Understanding how neurons encode information is one of the most pressing challenges in neuroscience. A new study from a multidisciplinary team including MCB researchers and those from the John A. Paulson School of Engineering and Applied Sciences (SEAS) introduces a novel deep learning-based framework that promises to make sense of the complexity of neural recordings. Their method, called Deconvolutional Unrolled Neural Learning (DUNL), is described in a new paper published in Neuron (PDF).
Multiple, seemingly unrelated factors often modulate the activity of neurons. DUNL enables researchers to break down neural activity into interpretable components, helping to reveal the underlying structure of how neurons respond to different stimuli and events. Unlike traditional methods, which often require averaging responses across multiple trials or animals, DUNL allows for the analysis of single-trial and single-neuron activity. This makes it particularly valuable for understanding the nuanced and heterogeneous activity patterns that underlie cognition and behavior.
A New Approach to Neural Complexity
Traditional methods for analyzing neural data, such as principal component analysis and non-negative matrix factorization, identify broad trends across a population of neurons. However, these approaches struggle to disentangle the contributions of individual neurons, especially when they exhibit mixed selectivity—the ability to encode multiple aspects of behavior, environment, or internal state simultaneously.
“In many cases, a single neuron responds to multiple factors simultaneously, making it difficult to interpret what the neuron is actually encoding,” explains co-author Sara Pinto dos Santos Matias, PhD, a postdoctoral fellow in the MCB lab of Naoshige Uchida, PhD. “Separating these overlapping components is crucial for understanding the underlying computations.”
DUNL addresses this challenge by leveraging algorithm unrolling, a technique that transforms an optimization process into a structured neural network.
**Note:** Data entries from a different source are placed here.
"""Machine models, the bearing list and alarm plans kept in plant.h5 (setup_store)."""

import json
from dataclasses import replace

import h5py
import pytest

from engine.alarms.plan import AlarmPlan, Band
from engine.archive import create_archive, open_archive
from engine.bearings import BearingGeometry
from engine.demo_plant import PLANT
from engine.errors import ArchiveError, InputError
from engine.kinematics import BearingAt, MachineModel, Shaft, model_from_demo

SITE = "Demo Works"
FAN = next(m for m in PLANT.machines if m.tag == "F-201")
MODEL_PATH = f"sites/{SITE}/machines/F-201/model"


def fan_archive(path, *, shafts: bool = True):
    """An archive with the demo fan F-201 and its three points, open for writing."""
    arc = create_archive(path, plant_name="Setup test")
    arc.add_site(SITE)
    arc.add_machine(SITE, FAN.tag, name=FAN.name, nominal_rpm=FAN.nominal_rpm,
                    ratios={"motor": 1.0})
    for p in FAN.points:
        props = {"shaft": p.shaft} if shafts else {}
        arc.add_point(SITE, FAN.tag, p.name, location=p.location, direction=p.direction,
                      fmax_hz=1000.0, **props)
    return arc


def plan(name: str = "fan plan", high: float = 1.1) -> AlarmPlan:
    return AlarmPlan(name=name, bands=(
        Band(name="overall", measure="overall", alert=2.8, danger=4.5, unit="mm/s"),
        Band(name="1x", measure="band_rms", alert=1.0, danger=2.0, unit="mm/s", low=0.9,
             high=high, basis="order"),
    ))


def test_model_round_trip_through_open_and_close(tmp_path):
    model = model_from_demo(FAN)
    with fan_archive(tmp_path / "a.shaftwatch") as arc:
        assert arc.machine_model(SITE, FAN.tag) is None
        arc.set_machine_model(SITE, FAN.tag, model)
    with open_archive(tmp_path / "a.shaftwatch") as arc:
        back = arc.machine_model(SITE, FAN.tag)
        assert back == model and back.as_dict() == model.as_dict()
        # The machine's speed ratios follow the model's resolved ratios.
        assert arc.plant.machine(SITE, FAN.tag).ratios == pytest.approx(model.ratios)
        assert {p.name: arc.point_shaft(p.path) for p in arc.points()} == {
            p.name: p.shaft for p in FAN.points}
    # Any HDF5 and JSON reader sees the same document.
    with h5py.File(tmp_path / "a.shaftwatch" / "plant.h5", "r") as f:
        assert json.loads(f[MODEL_PATH].attrs["json"]) == model.as_dict()


def test_point_shaft_from_the_bearing_at_its_location(tmp_path):
    with fan_archive(tmp_path / "a.shaftwatch", shafts=False) as arc:
        point = f"{SITE}/F-201/fan DE H"
        assert arc.point_shaft(point) == ""  # no property, no model
        arc.set_machine_model(SITE, FAN.tag, model_from_demo(FAN))
        assert arc.point_shaft(point) == "fan"  # the model's bearing "fan DE"
        arc.update_point(point, shaft="motor")
        assert arc.point_shaft(point) == "motor"  # the property wins


def test_a_model_without_a_points_shaft_is_refused(tmp_path):
    folder = tmp_path / "a.shaftwatch"
    with fan_archive(folder) as arc:
        arc.set_machine_model(SITE, FAN.tag, model_from_demo(FAN))
        before = (folder / "plant.h5").read_bytes()
        with pytest.raises(InputError, match=r"point 'fan DE H' is on shaft 'fan'"):
            arc.set_machine_model(SITE, FAN.tag, MachineModel((Shaft("motor", 1.0),)))
        assert (folder / "plant.h5").read_bytes() == before
        assert arc.machine_model(SITE, FAN.tag) == model_from_demo(FAN)
        with pytest.raises(InputError, match="F-999"):
            arc.set_machine_model(SITE, "F-999", model_from_demo(FAN))


def test_a_point_on_a_shaft_the_model_lacks_is_refused(tmp_path):
    folder = tmp_path / "a.shaftwatch"
    with fan_archive(folder) as arc:
        arc.set_machine_model(SITE, FAN.tag, model_from_demo(FAN))
        before = (folder / "plant.h5").read_bytes()
        with pytest.raises(InputError, match=r"shaft 'pump' is not one of"):
            arc.update_point(f"{SITE}/F-201/fan DE H", shaft="pump")
        with pytest.raises(InputError, match=r"shaft 'pump' is not one of"):
            arc.add_point(SITE, FAN.tag, "extra", shaft="pump")
        assert (folder / "plant.h5").read_bytes() == before
        arc.add_point(SITE, FAN.tag, "fan NDE H", shaft="fan")   # a shaft it has
        assert arc.point_shaft(f"{SITE}/F-201/fan NDE H") == "fan"


def test_bearing_list_round_trip(tmp_path):
    a = BearingGeometry("drive end", 9, 0.3126, 1.537, unit="in")
    b = BearingGeometry("fan", 11, 19.8, 104.0, 15.0)
    with fan_archive(tmp_path / "a.shaftwatch") as arc:
        assert arc.bearing_library() == []
        arc.add_bearing(a)
        arc.add_bearing(b)
        with pytest.raises(InputError, match="already has 'fan'"):
            arc.add_bearing(replace(b, elements=12))
    with open_archive(tmp_path / "a.shaftwatch", mode="w") as arc:
        assert arc.bearing_library() == [a, b]  # in the order they were added
        assert arc.bearing("fan") == b
        arc.add_bearing(replace(b, elements=12), replace=True)
        assert [x.elements for x in arc.bearing_library()] == [9, 12]
        arc.remove_bearing("drive end")
        with pytest.raises(InputError, match="'fan'"):  # the message lists what exists
            arc.remove_bearing("drive end")
    with open_archive(tmp_path / "a.shaftwatch") as arc:
        assert arc.bearing_library() == [replace(b, elements=12)]
        with pytest.raises(ArchiveError, match="opened for reading"):
            arc.add_bearing(a)


def test_plans_round_trip_and_clear(tmp_path):
    p1, p2 = f"{SITE}/F-201/fan DE H", f"{SITE}/F-201/motor DE H"
    with fan_archive(tmp_path / "a.shaftwatch") as arc:
        assert arc.plan(p1) is None
        arc.set_plan(p1, plan())
        arc.set_plans({p2: plan("motor plan"), p1: plan("fan plan 2")})
    with open_archive(tmp_path / "a.shaftwatch", mode="w") as arc:
        assert arc.plan(p1) == plan("fan plan 2") and arc.plan(p2) == plan("motor plan")
        assert arc.plan(p1).digest() == plan("fan plan 2").digest()
        arc.clear_plan(p2)
    with open_archive(tmp_path / "a.shaftwatch") as arc:
        assert arc.plan(p2) is None and arc.plan(p1) == plan("fan plan 2")


def test_set_plan_validation_names_the_band(tmp_path):
    folder = tmp_path / "a.shaftwatch"
    point = f"{SITE}/F-201/fan DE H"
    with fan_archive(folder) as arc:
        arc.set_plan(point, plan())
        before = (folder / "plant.h5").read_bytes()
        too_high = AlarmPlan(name="bad", bands=(
            Band(name="mesh zone", measure="band_rms", alert=1.0, danger=2.0,
                 unit="mm/s", low=900.0, high=1500.0),))  # above the point's 1000 Hz Fmax
        with pytest.raises(InputError, match="mesh zone"):
            arc.set_plan(point, too_high)
        wrong_levels = AlarmPlan(name="bad", bands=(
            Band(name="overall", measure="overall", alert=5.0, danger=2.0, unit="mm/s"),))
        with pytest.raises(InputError, match="overall"):
            arc.set_plans({f"{SITE}/F-201/motor DE H": plan(), point: wrong_levels})
        assert (folder / "plant.h5").read_bytes() == before  # nothing stored
        assert arc.plan(point) == plan()
        assert arc.plan(f"{SITE}/F-201/motor DE H") is None


def test_a_reader_sees_a_writers_edits_after_reload(tmp_path):
    folder = tmp_path / "a.shaftwatch"
    fan_archive(folder).close()
    reader = open_archive(folder)
    try:
        with open_archive(folder, mode="w") as writer:
            writer.add_machine(SITE, "F-202", ratios={"motor": 1.0})
            writer.set_machine_model(SITE, "F-202", MachineModel(
                (Shaft("motor", 1.0),),
                bearings=(BearingAt("motor", BearingGeometry("m", 8, 7.9, 39.0), "motor DE"),)))
            writer.add_bearing(BearingGeometry("m", 8, 7.9, 39.0))
            writer.set_plan(f"{SITE}/F-201/fan DE H", plan())
        with pytest.raises(InputError, match="F-202"):
            reader.machine_model(SITE, "F-202")  # the reader's tree is as it was opened
        reader.reload()
        assert reader.machine_model(SITE, "F-202").bearings[0].label == "motor DE"
        assert [b.label for b in reader.bearing_library()] == ["m"]
        assert reader.plan(f"{SITE}/F-201/fan DE H") == plan()
    finally:
        reader.close()


def test_plant_prev_keeps_the_previous_version(tmp_path):
    folder = tmp_path / "a.shaftwatch"
    first = model_from_demo(FAN)
    second = MachineModel((Shaft("motor", 1.0), Shaft("fan", 0.61)))
    with fan_archive(folder) as arc:
        arc.set_machine_model(SITE, FAN.tag, first)
        arc.set_machine_model(SITE, FAN.tag, second)
    with h5py.File(folder / "plant.h5.prev", "r") as f:
        assert MachineModel.from_dict(json.loads(f[MODEL_PATH].attrs["json"])) == first
    with h5py.File(folder / "plant.h5", "r") as f:
        assert MachineModel.from_dict(json.loads(f[MODEL_PATH].attrs["json"])) == second
    # With plant.h5 lost, the archive opens on .prev: the model before the last edit.
    (folder / "plant.h5").unlink()
    with pytest.warns(Warning, match="plant.h5.prev"):
        arc = open_archive(folder)
    with arc:
        assert arc.machine_model(SITE, FAN.tag) == first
By using a convolutional generative model, DUNL learns neural response components directly from data while maintaining clear links between model parameters and biological processes.
“Our method models neural activity as a sum of convolutions between impulse-like responses to different events—what we call kernels—and sparse codes that indicate when and how strongly each pattern is activated,” Sara adds. “This gives us a structured and interpretable way to examine neural responses.”
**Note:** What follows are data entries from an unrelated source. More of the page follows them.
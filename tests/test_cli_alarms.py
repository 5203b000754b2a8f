"""The alarm and trend commands (plan, evaluate, status, events, trend, waterfall,
compare) through engine.cli.main, on a small archive whose results we choose.

Exit status: 0 when every state shown is ok, 1 when any is alert or danger, 2 on bad
input.
"""

from __future__ import annotations

import json
import math
import shutil

import numpy as np
import pytest
from _trend_helpers import SITE, add_run, new_archive, tone_spectrum

from engine.alarms.plan import AlarmPlan, Band, read_plan_file, write_plan_file
from engine.archive import open_archive
from engine.cli import main
from engine.pipeline import evaluate_points
from engine.trends import read_trend_csv

pytestmark = pytest.mark.filterwarnings("ignore::engine.errors.EngineWarning")
H = f"{SITE}/K-1/DE H"
V = f"{SITE}/K-1/DE V"
BARE = f"{SITE}/N-1/DE H"      # a machine without ISO group and foundation
RPM = 1480.0
ONE_X = [1.0, 1.1, 0.9, 1.05, 0.95, 1.0]        # 1× velocity of DE H, mm/s RMS, weeks 1–6


@pytest.fixture(scope="module")
def built(tmp_path_factory):
    """K-1 (ISO group 2, rigid): DE H and DE V with six weekly runs at 1480 rpm (1× tone
    of ONE_X, overall 1.2 × that), all in zone A/B and ok; N-1 without ISO group."""
    path = tmp_path_factory.mktemp("cli") / "small.shaftwatch"
    with new_archive(path, {"K-1": (2, "rigid", ["DE H", "DE V"]),
                            "N-1": (None, None, ["DE H"])}) as arc:
        for w, a in enumerate(ONE_X, start=1):
            for point, scale, minutes in ((H, 1.0, 0), (V, 0.8, 4), (BARE, 1.0, 8)):
                add_run(arc, point, w, rpm=RPM, minutes=minutes,
                        values={"overall_velocity_mm_s": 1.2 * a * scale, "rpm": RPM},
                        spectrum=tone_spectrum({RPM / 60: a * scale}, seed=w))
        evaluate_points(arc)
    return path


@pytest.fixture
def small(built, tmp_path):
    dst = tmp_path / "copy.shaftwatch"
    shutil.copytree(built, dst)
    return str(dst)


def run_json(capsys, argv):
    code = main(argv + ["--json"])
    captured = capsys.readouterr()
    return code, json.loads(captured.out) if captured.out.strip() else None


def states_of(path, point):
    with open_archive(path) as arc:
        return list(arc.value_rows(point)["state"])


def low_plan(alert=0.8, danger=1.3):
    return AlarmPlan("low overall", (Band("overall velocity", "overall", alert=alert,
                                          danger=danger),))


# -- status and evaluate ----------------------------------------------------------------
def test_status_is_0_when_all_ok_and_1_with_an_alert_worst_first(small, capsys):
    code, d = run_json(capsys, ["status", small])
    assert code == 0 and "Generic limits" in d["note"]
    assert {r["point"]: r["state"] for r in d["points"]} == {H: "ok", V: "ok", BARE: ""}
    assert all(r["zone"] in "AB" for r in d["points"] if r["point"] != BARE)
    with open_archive(small, mode="w") as arc:
        add_run(arc, V, 7, rpm=RPM, values={"overall_velocity_mm_s": 3.0})  # zone C
    code, d = run_json(capsys, ["evaluate", small, "--point", V])
    # Before: the latest run (new, not evaluated yet) has no state.
    assert code == 1 and d["changed"] == {V: {"before": "", "now": "alert"}}
    code, d = run_json(capsys, ["status", small])
    assert code == 1 and d["points"][0]["point"] == V
    assert (d["points"][0]["state"], d["points"][0]["zone"]) == ("alert", "C")
    assert main(["status", small]) == 1
    out = capsys.readouterr().out
    assert "ISO 20816-3" in out and out.index("DE V") < out.index("DE H")


def test_evaluate_since_records_only_later_runs_and_rejects_a_bad_date(small, capsys):
    code, d = run_json(capsys, ["evaluate", small, "--since", "2026-02-01"])
    assert code == 0 and d["runs"] == 2 * 3        # weeks 5 and 6 (Feb 2 and 9) × 3 points
    assert main(["evaluate", small, "--since", "soon"]) == 2
    assert "--since" in capsys.readouterr().err


# -- plan -------------------------------------------------------------------------------
def test_plan_shows_the_iso_default_when_the_point_has_none(small, capsys):
    code, d = run_json(capsys, ["plan", small, H])
    assert code == 0 and d["own_plan"] is False and d["set_for"] == []
    # ISO 20816-3 group 2, rigid: B/C 2.8, C/D 4.5 mm/s (from memory of its table).
    band = d["plan"]["bands"][0]
    assert (band["alert"], band["danger"]) == (2.8, 4.5)
    assert main(["plan", small, H]) == 0
    assert "default, not stored" in capsys.readouterr().out


def test_plan_file_sets_and_re_evaluates_then_exports(small, tmp_path, capsys):
    f = tmp_path / "low.json"
    write_plan_file(low_plan(), f)
    code = main(["plan", small, H, "--file", str(f)])
    out = capsys.readouterr().out
    assert code == 1 and f"{H}: ok → alert" in out
    # The overall values 1.2·ONE_X are all ≥ 0.8 (alert); only week 2's 1.32 ≥ 1.3.
    expected = ["alert" if 1.2 * a < 1.3 else "danger" for a in ONE_X]
    assert states_of(small, H) == expected
    exported = tmp_path / "out.toml"
    code, d = run_json(capsys, ["plan", small, H, "--export", str(exported)])
    assert code == 1 and d["own_plan"] is True
    assert read_plan_file(exported).bands == low_plan().bands


def test_bad_plan_file_is_2_names_the_file_and_changes_nothing(small, tmp_path, capsys):
    f = tmp_path / "broken.json"
    f.write_text('{"format": "shaftwatch-alarm-plan", "version": 1, "plan": {"name": "x", '
                 '"bands": [{"name": "o", "measure": "overall", "alert": 5, "danger": 2}]}}')
    before = states_of(small, H)
    assert main(["plan", small, H, "--file", str(f)]) == 2
    err = capsys.readouterr().err
    assert "broken.json" in err and "alert" in err
    assert states_of(small, H) == before
    with open_archive(small) as arc:
        assert arc.plan(H) is None


def test_defaults_need_the_machine_group(small, capsys):
    assert main(["plan", small, BARE, "--defaults"]) == 2
    assert "N-1" in capsys.readouterr().err
    code, d = run_json(capsys, ["plan", small, H, "--defaults"])
    assert code == 0 and d["own_plan"] is True and d["changed"] == {}
    assert d["before_now"] == {H: {"before": "ok", "now": "ok"}}
    assert main(["plan", small, H, "--k", "3"]) == 2
    assert "--baseline" in capsys.readouterr().err


def test_baseline_learns_band_levels_and_keeps_iso_levels(small, tmp_path, capsys):
    f = tmp_path / "bands.toml"
    write_plan_file(AlarmPlan("K-1 DE H", (
        Band("overall velocity", "overall", alert=2.8, danger=4.5),
        Band("1x", "band_rms", alert=9.0, danger=10.0, low=0.8, high=1.2, basis="order"))), f)
    assert main(["plan", small, H, "--file", str(f)]) == 0
    code = main(["plan", small, H, "--baseline", "--first", "5", "--method", "ratio"])
    out = capsys.readouterr().out
    assert code == 0 and "kept the ISO 20816-3 levels of band 'overall velocity'" in out
    with open_archive(small) as arc:
        plan = arc.plan(H)
    iso, one = plan.bands
    assert (iso.alert, iso.danger) == (2.8, 4.5)
    # A Hann-windowed tone wholly inside a band reads its RMS (Heinzel et al. 2002, band
    # power over the ENBW); ratio method: alert = 2.5 × mean, danger = 5 × mean.
    mean = float(np.mean(ONE_X[:5]))
    assert one.alert == pytest.approx(2.5 * mean, rel=2e-3)
    assert one.danger == pytest.approx(5.0 * mean, rel=2e-3)
    assert main(["plan", small, H, "--baseline"]) == 2
    assert "--first" in capsys.readouterr().err


def test_copy_to_gives_other_points_the_same_plan(small, tmp_path, capsys):
    f = tmp_path / "low.json"
    write_plan_file(low_plan(alert=0.5, danger=0.9), f)
    code, d = run_json(capsys, ["plan", small, H, "--file", str(f), "--copy-to", V])
    assert code == 1 and d["set_for"] == [H, V]
    assert d["changed"] == {H: {"before": "ok", "now": "danger"},
                            V: {"before": "ok", "now": "danger"}}
    with open_archive(small) as arc:
        assert arc.plan(V) == arc.plan(H)


# -- events -----------------------------------------------------------------------------
def test_events_list_and_acknowledge(small, tmp_path, capsys):
    f = tmp_path / "low.json"
    write_plan_file(low_plan(), f)
    main(["plan", small, H, "--file", str(f)])
    capsys.readouterr()
    code, d = run_json(capsys, ["events", small, "--point", H])
    assert code == 1
    assert [(e["previous"], e["state"]) for e in d["events"]] == [
        ("", "alert"), ("alert", "danger"), ("danger", "alert")]
    i = d["events"][1]["index"]
    code, d = run_json(capsys, ["events", small, "--ack", str(i), "--by", "A. Fitter",
                                "--note", "bearing ordered"])
    assert code == 1 and d["events"][0]["acknowledged_by"] == "A. Fitter"
    with open_archive(small) as arc:
        assert arc.events()[i].note == "bearing ordered"
    assert main(["events", small, "--by", "x"]) == 2
    assert main(["events", small, "--ack", "999", "--by", "x"]) == 2
    code, d = run_json(capsys, ["events", small, "--since", "2030-01-01"])
    assert code == 0 and d["events"] == []


# -- trend, waterfall, compare ----------------------------------------------------------
def test_trend_json_csv_and_exit_status(small, tmp_path, capsys):
    csv_path = tmp_path / "trend.csv"
    code, d = run_json(capsys, ["trend", small, "--point", H, "--value",
                                "overall_velocity_mm_s", "--csv", str(csv_path)])
    assert code == 0
    assert set(d) == {"time", "value", "unit", "alert", "danger", "forecast"}
    assert d["unit"] == "mm/s RMS" and (d["alert"], d["danger"]) == (2.8, 4.5)
    assert d["value"] == pytest.approx([1.2 * a for a in ONE_X])
    assert d["forecast"]["status"] in ("flat", "falling", "forecast")
    back = read_trend_csv(csv_path)
    assert back.point == H and back.values.tolist() == pytest.approx(d["value"])
    code, d = run_json(capsys, ["trend", small, "--point", H, "--value", "rpm",
                                "--no-forecast", "--until", "2026-01-12"])
    assert code == 0 and d["forecast"] is None and len(d["time"]) == 2   # until day's end
    assert main(["trend", small, "--point", H, "--value", "speed"]) == 2
    assert "not known" in capsys.readouterr().err
    f = tmp_path / "low.json"
    write_plan_file(low_plan(), f)
    main(["plan", small, H, "--file", str(f)])
    capsys.readouterr()
    assert main(["trend", small, "--point", H, "--value", "overall_velocity_mm_s"]) == 1
    assert "forecast" in capsys.readouterr().out


def test_waterfall_and_compare_commands(small, capsys):
    code, d = run_json(capsys, ["waterfall", small, "--point", H, "--orders"])
    assert code == 0 and d["axis_unit"] == "order" and len(d["matrix"]) == 6
    one = d["axis"].index(1.0)
    assert all(int(np.nanargmax(np.array(r, dtype=float))) == one for r in d["matrix"])
    assert main(["waterfall", small, "--point", H]) == 0
    assert "largest line" in capsys.readouterr().out
    with open_archive(small) as arc:
        rid = arc.value_rows(H)["run_id"][1]
    code, d = run_json(capsys, ["compare", small, "--run", rid, "--reference", rid])
    assert code == 0 and set(d["db"]) == {0.0}
    code, d = run_json(capsys, ["compare", small, "--run", rid])
    assert code == 0 and d["reference_runs"][0] != rid and len(d["reference_runs"]) == 5
    # Week 2's 1× is 1.1 mm/s against the power mean √(Σa²/5) of weeks 1–5 (first
    # principles of power averaging); the tone line's dB is 20·log10 of that ratio.
    ref = math.sqrt(np.mean(np.square(ONE_X[:5])))
    i = int(np.argmax(d["current"]))
    assert d["frequency_hz"][i] == pytest.approx(RPM / 60, abs=1.25)
    assert d["db"][i] == pytest.approx(20 * math.log10(1.1 / ref), abs=0.05)
    assert main(["compare", small, "--run", "nonexistent"]) == 2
She emphasizes that the fact that DUNL can be applied across different types of data highlights its versatility. “It works with electrophysiology, two-photon imaging, and fluorometry, and it’s useful in both structured, trial-based experiments and more naturalistic settings.”
“This has been an exciting collaboration that combined different expertise between three labs,” adds Uchida, referencing the contributions from SEAS Professor Demba Ba and Paul Masset from the MCB lab of Venkatech Murthy. Masset was a joint postdoctoral fellow in the Uchida/Murthy labs and is now an Assistant Professor at McGill University. “DUNL leverages the powerful computational capabilities of deep learning, a machine learning framework. I am particularly grateful to Prof. Demba Ba and Dr. Paul Masset for their leadership, and Dr. Bahareh Tolooshams (former graduate researcher within SEAS) for co-leading the work with Sara.”
Future Directions and Broader Implications
As neural recording technologies continue to advance, methods like DUNL will be essential for extracting meaningful insights from large-scale datasets. The team is now exploring new applications of the method to further analyze neural computation in naturalistic environments.
“This approach is similar to what is currently used as state-of-the-art machine learning approaches to investigate large language models and what kind of inferences they make,” Sara notes, referencing the sparse autoencoders (e.g. Anthropic) that are used to extract interpretable and meaningful feature components from large language models and enhance their robustness and efficiency. “It’s an exciting direction that bridges neuroscience and artificial intelligence.”